Lawrence Weschler’s Everything That Rises: A Book of Convergences is never going to be nominated for an Alex, I fear. Not because it’s boring—it isn’t—but it’s dense, and allusive, by definition, and Weschler’s thinking is angular, subtle, dizzying. I feel as though I only just recently became old enough to read it, so you lot will have to wait twenty or thirty years.

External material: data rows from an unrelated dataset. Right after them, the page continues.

/**
 * The whole simulated yard: one world, and the nodes that are wired into it. The world is brought up to the
 * moment whenever somebody looks at it or a coil is about to change, so that a coil acts for as long as it was on.
 */
import { reportEveryS, yardHouse } from './catalogue';
import { AppTime, iso, type Clock } from './clock';
import type { YardConfig } from './config';
import { FieldNode } from './node';
import { sensorReadings } from './sensors';
import { nodeFlash } from './store';
import { createWorld, stepWorld, type World, type YardRelays } from './world';

/** A world that stood still for longer is taken up from here: nobody waits for a summer to be stepped. */
const catchUpMsMost = 36 * 3_600_000;
/** A world that is further ahead than this, from a wrong clock, would stand still until time caught up. */
const aheadMsMost = 60_000;
/** How often the world is stepped when nothing asks for it, s of app time. */
const stepEveryS = 5;

export type YardLog = (event: string, fields: Record<string, unknown>) => void;

export class Yard {
  private world: World | undefined;
  private readonly time: AppTime;
  private readonly nodes: FieldNode[];
  private cancelStep: (() => void) | undefined;

  /** @param saved the world of an earlier run, to go on from */
  constructor(
    private readonly config: YardConfig,
    private readonly clock: Clock,
    private readonly log: YardLog,
    saved: World | undefined,
  ) {
    this.world = saved;
    this.time = new AppTime(clock, config.rate);
    this.nodes = config.nodes.map((node) => this.node(node));
  }

  start(): void {
    for (const node of this.nodes) node.start();
    this.keepStepping();
  }

  stop(): void {
    this.cancelStep?.();
    for (const node of this.nodes) node.stop();
  }

  /** The world as it is now, for saving; undefined while the time is not known yet. */
  current(): World | undefined {
    this.bringUpTo(this.clock.monotonicMs());
    return this.world;
  }

  private node({ key, token, house }: YardConfig['nodes'][number]): FieldNode {
    const place = yardHouse(house);
    return new FieldNode({
      key,
      token,
      server: this.config.server,
      relays: place.relays,
      rate: this.config.rate,
      reportS: reportEveryS,
      clock: this.clock,
      time: this.time,
      sample: (appMs) => {
        const world = this.current();
        if (world === undefined) return [];
        return sensorReadings(world, house, appMs).map(({ key: n, unit: u, value: v }) => ({ n, u, v }));
      },
      beforeCoilsChange: (monotonicMs) => this.bringUpTo(monotonicMs),
      log: (event, fields) => this.log(event, { ...this.at(), node: key, ...fields }),
      flash: nodeFlash(this.config.stateFile, key, (why) =>
        this.log('flash not written', { node: key, why }),
      ),
    });
  }

  private at(): { at?: string } {
    const appMs = this.time.nowMs();
    return appMs === null ? {} : { at: iso(appMs) };
  }

  private keepStepping(): void {
    // Between 20 steps a second and one: often enough for 60 times the real rate, idle enough for 1.
    const everyMs = Math.min(1000, Math.max(50, this.time.realMs(stepEveryS)));
    this.cancelStep = this.clock.after(everyMs, () => {
      // After a stall each node first sees which coils dropped meanwhile; then the world is stepped.
      for (const node of this.nodes) node.wake();
      this.current();
      this.keepStepping();
    });
  }

  private bringUpTo(monotonicMs: number): void {
    const appMs = this.time.atMs(monotonicMs);
    if (appMs === null) return;
    let world = this.world ?? createWorld(this.config.seed, appMs);
    if (world.ms > appMs + aheadMsMost) {
      this.log('world moved back', { hours: Math.round((world.ms - appMs) / 3_600_000) });
      world = { ...world, ms: appMs };
    }
    const gapMs = appMs - world.ms;
    if (gapMs > catchUpMsMost) {
      this.log('world moved on', { hours: Math.round(gapMs / 3_600_000) });
      this.world = stepWorld({ ...world, ms: appMs - catchUpMsMost }, {}, catchUpMsMost / 1000);
    } else {
      this.world = gapMs > 0 ? stepWorld(world, this.relays(), gapMs / 1000) : world;
    }
  }

  /** Coils by the node that the catalogue wires to each house, whatever key the config gave it. */
  private relays(): YardRelays {
    return Object.fromEntries(
      this.nodes.map((node, i) => [yardHouse(this.config.nodes[i]?.house ?? '').node, node.state().channels]),
    );
  }
}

It’s worth it, though. You know you’re in for a treat right from the very first essay, in which Weschler interviews the Ground Zero photographer Joel Meyerowitz about the uncanny compositional similarities between his photos and a whole slew of other works of art. How come Meyerowitz’s shot of the devastated Winter Garden in the World Trade Center looks exactly like one of Piranesi’s imaginary prisons? Is it pure coincidence? Or conscious design? It turns out, of course, to be something in between, something much more interesting than either of these explanations, and in working toward the truth of it, Weschler produces more grounded observations about the production of art than you’d believe possible, given the apparently whimsical nature of the exercise.

And he does this time and time again, with his “convergences.” No, you think in the first few lines of every one of these essays. Stop it. You are not going to be able to persuade me that Oliver Sacks’s Awakenings can tell us anything about the recent history of Eastern Europe. Or: no, Newt Gingrich and Slobodan Milosevic have nothing in common, and I won’t listen to you trying to argue otherwise. You got away with it last time, but this is too much. And then by the end of the piece, you feel stupid for not noticing it yourself, and you want Gingrich tried for war crimes. It’s an incredibly rewarding read, part magic, part solid but inspired close practical criticism, and the best book about (mostly) art I’ve come across since Dave Hickey’s mighty Air Guitar. When I’d finished Everything That Rises I felt cleverer—not just because I knew more, but because I felt it would help me to think more creatively about other things. In fact, I’ve just pitched an idea to Weschler’s editor about the weird chimes between the departure of Thierry Henry from Arsenal and the last days of Nicolae Ceausescu, but so far, no word. I think I might have blown his mind.